We work mainly with floating sections but occasionally also with paraffin sections. After stroke neuroepithelial cells contributing to the glial (D, H) scar emanate from desintegrated the blood vessel walls; Green: BrdU nuclei; Violett: Laminin (Immunostaining using floating sections)
Global measurement of proteome turnover by isotopic labeling of mice
Proper proteome dynamics is critical to normal development and aging. In order to avoid aging, the cell structure within tissues must be maintained by a continuous synthesis and degradation of worn-out molecules process, ie a continuous turnover process. Efficient macromolecular turnover is integral to the normal function and survival of a biological system. Although there are large variations in the rates of degradation of individual proteins, it is generally observed that overall protein turnover slows down during aging. The physiological consequences of decreased protein turnover include the accumulation of altered and abnormal proteins, an altered pattern of posttranslational modifications due to increased dwell time and a disruption of the organisation of the cytoskeleton and extracellular matrix.

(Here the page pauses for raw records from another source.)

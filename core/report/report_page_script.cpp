// The report page's script: draws the clouds and the curves as SVG from the data block,
// moves A with the θ slider exactly as the engine's FamilyMap does (shift, rotate and scale
// about the pivot, interpolate along the W2 plan entries, mix), and reads every measure out
// at the nearest θ the sweep computed. It computes no measure: every number is the sweep's.
#include "report/report_html.h"

namespace barrow {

Currently we investigate the age-associated changes in brain, liver, heart and kidney protein turnover in mice fed 15N-labeled blue-green algae (Spirulina platensis). Our cooperating partner, Dr. Ghaemmaghami of the Rochester University, USA, has recently succeeded in isotopically labeling mice using a diet supplemented with 15N-enriched, blue-green algae (Spirulina platensis). 15N-labeled salts are used as the sole nitrogen source for the Spirulina cultures, resulting in >99% isotopic enrichment. The labeled algae is used as the sole protein source in the diet of mice. Using this approach, the degree of labeling over time can be used to measure protein turnover rates. The measured rates of turnover spanned four orders of magnitude, from 0.002 d-1 to 10 d-1. The distribution of the turnover rates in the brain is skewed toward long-lived proteins whereas the distributions of the blood and liver are skewed towards relatively faster turnover rates. The median turnover rate for the brain was 0.075 d-1 compared to 0.23 and 0.20 d-1 for the blood and liver. Thus, the average lifetime of proteins in the brain, liver and blood are 9.0, 3.0 and 3.5 days respectively. In a number of examples, evidence for the regulation of turnover at the level of protein complex, organelle and tissues was provided (Price et al., 2010).
References
Price JC, Guan S, Burlingame A, Prusiner SB, Ghaemmaghami S (2010). Analysis of proteome dynamics in the mouse brain. Proc Natl Acad Sci U S A.107: 14508-13.